Mr. Stiglitz, though a supporter of the president, has been a vocal critic of the administration’s response to the banking crisis, and he doesn’t let up here. “Obviously, I think there is a better way to deal with the crisis,” he says. “Banks made bad loans, and the question is: who is going to pay for those losses? It is almost a zero-sum game: the government or the bondholders?”
He goes on to suggest that the government should stop trying to protect bondholders and instead force them to convert their debt into equity. This would help bolster the banks’ capital without tapping any further into taxpayers’ funds. It is also an idea that the Treasury Department stiffly opposes, fearing that it will create a new round of bank panic, and make it even harder for banks to raise private capital.
Mr. Solow, meanwhile, criticizes the stimulus package as too small. “The drop in consumer spending was too big, and probably couldn’t be filled with a good $800 billion package, and this one was festooned with things that weren’t going to stimulate spending soon.”

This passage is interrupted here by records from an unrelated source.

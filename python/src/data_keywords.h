// The keywords of train and compare (the CLI's flags with underscores): reading one,
// and the data keywords they share.
#pragma once

#include <pybind11/pybind11.h>

#include "credence/data.h"

namespace credence::python {

/// The value of keyword `key` in `options`, as a T (pybind11's conversion rules).
template <typename T>
T keyword(const pybind11::dict& options, const char* key) {
  return options[key].cast<T>();
}

/// Sets `data` from the keywords `options` holds: target, categorical, drop, id, impute,
/// unseen, delimiter, na_tokens, test_fraction, val_fraction, seed. Refuses bad values
/// with the CLI's rules (StatusError).
void read_data_keywords(const pybind11::dict& options, DataOptions& data);

}  // namespace credence::python
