VerdictCheck check_collapsed(const RunEvidence& e) {
  if (e.sampler) return not_applied("collapsed", "samplers draw the precisions from their conditional, uncapped");
  const std::size_t layers = e.layer_weight_precision.size();
  if (layers == 0 || e.layer_weight_precision_cap.size() != layers ||
      e.layer_weight_sq_norm.size() != layers || e.layer_prior_weight_sq_norm.size() != layers) {
    return not_applied("collapsed", "the prior's scale is not learned in this run");
  }
  double smallest = kNaN;  // weight norm over its prior expectation, among capped layers
  std::size_t at = 0;
  int capped = 0;
  for (std::size_t l = 0; l < layers; ++l) {
    if (!(e.layer_weight_precision_cap[l] > 0) || !(e.layer_prior_weight_sq_norm[l] > 0)) continue;
    if (!(e.layer_weight_precision[l] >= kCollapsedCapRatio * e.layer_weight_precision_cap[l])) continue;
    ++capped;
    const double ratio = e.layer_weight_sq_norm[l] / e.layer_prior_weight_sq_norm[l];
    if (std::isfinite(ratio) && (std::isnan(smallest) || ratio < smallest)) smallest = ratio, at = l;
  }
  if (capped == 0) {
    return {"collapsed", CheckOutcome::kPassed, kNaN, kCollapsedNormRatio,
            "no layer's learned weight precision is at its cap"};
  }
  if (!std::isnan(smallest) && smallest < kCollapsedNormRatio) {
    if (std::optional<std::string> fine = still_separates(e)) {
      return {"collapsed", CheckOutcome::kPassed, smallest, kCollapsedNormRatio,
              fmt::format("layer {}'s learned weight precision is at its cap and its squared "
                          "weight norm {:.2g} of that prior's expectation, but {}",
                          at + 1, smallest, *fine)};
    }
    return {"collapsed", CheckOutcome::kFailed, smallest, kCollapsedNormRatio,
            fmt::format("layer {}'s learned weight precision {:.4g} is at its cap {:.4g} (the fixed "
                        "prior's) and its squared weight norm is {:.2g} of what that prior expects "
                        "(below {}): the evidence asks for weights nearer zero still, so the network "
                        "is collapsing towards constant predictions; give more rows, a smaller net, "
                        "or compare with a sampler",
                        at + 1, e.layer_weight_precision[at], e.layer_weight_precision_cap[at],
                        smallest, kCollapsedNormRatio)};
  }
  return {"collapsed", CheckOutcome::kPassed, smallest, kCollapsedNormRatio,
          fmt::format("{} layer(s) at the precision cap, but their weights keep at least {:.2g} of "
                      "the prior's expected squared norm (threshold {})",
                      capped, smallest, kCollapsedNormRatio)};
}

// Function-space summaries: the probe log-likelihood, each probe row, each layer norm.
struct Agreement {
  double max_rhat = kNaN;
  std::string worst;
  double min_ess = kNaN;
  long draws = -1;  // shortest common chain length seen
};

Later, at a brief press conference, I ask Mr. Stiglitz how he would grade the new administration’s efforts. To my surprise, he says, “Compared to what went before, I would say it’s an A plus plus.” Then he lapses back into his complaint about the administration’s coddling of bondholders. I then put the same question to Mr. Solow, who says he thinks the administration has done “extraordinarily well” — and then complains that it should be doing more for individual homeowners. Do they really mean it? Or is that “A plus plus” a form of political grade inflation?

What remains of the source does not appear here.